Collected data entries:
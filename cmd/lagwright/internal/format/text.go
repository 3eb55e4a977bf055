package format

import (
	"fmt"
	"strings"
	"unicode"
	"unicode/utf8"
)

// Text makes text from a file safe to show on one line: control characters,
// marks that turn the writing direction, invisible characters and bytes that
// are not UTF-8 become visible escapes such as \x1b and \u202e. Joiners that
// some scripts need between letters stay.
func Text(s string) string {
	if plain(s) {
		return s
	}
	var b strings.Builder
	for i, r := range s {
		switch {
		case r == utf8.RuneError && invalidAt(s, i):
			fmt.Fprintf(&b, `\x%02x`, s[i])
		case !hidden(r):
			b.WriteRune(r)
		case r == '\n':
			b.WriteString(`\n`)
		case r == '\t':
			b.WriteString(`\t`)
		case r < 0x80:
			fmt.Fprintf(&b, `\x%02x`, r)
		case r <= 0xffff:
			fmt.Fprintf(&b, `\u%04x`, r)
		default:
			fmt.Fprintf(&b, `\U%08x`, r)
		}
	}
	return b.String()
}

// Clip shortens text to at most n runes, the last one then being "…".
func Clip(s string, n int) string {
	if utf8.RuneCountInString(s) <= n {
		return s
	}
	r := []rune(s)
	return string(r[:n-1]) + "…"
}

func plain(s string) bool {
	return utf8.ValidString(s) && strings.IndexFunc(s, hidden) < 0
}

func invalidAt(s string, i int) bool {
	_, size := utf8.DecodeRuneInString(s[i:])
	return size == 1
}

// hidden tells a rune that is not seen but acts: controls (Cc), format
// characters (Cf) but for the two joiners, line and paragraph separators.
func hidden(r rune) bool {
	const nonJoiner, joiner = 0x200c, 0x200d
	if r == nonJoiner || r == joiner {
		return false
	}
	return unicode.In(r, unicode.Cc, unicode.Cf, unicode.Zl, unicode.Zp)
}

> **YOUR ASSIGNMENT**:
Show every line above in which the word "format" is found.

> **RESPONSE BELOW**:
filename cmd/lagwright/internal/format/text.go
package format
// hidden tells a rune that is not seen but acts: controls (Cc), format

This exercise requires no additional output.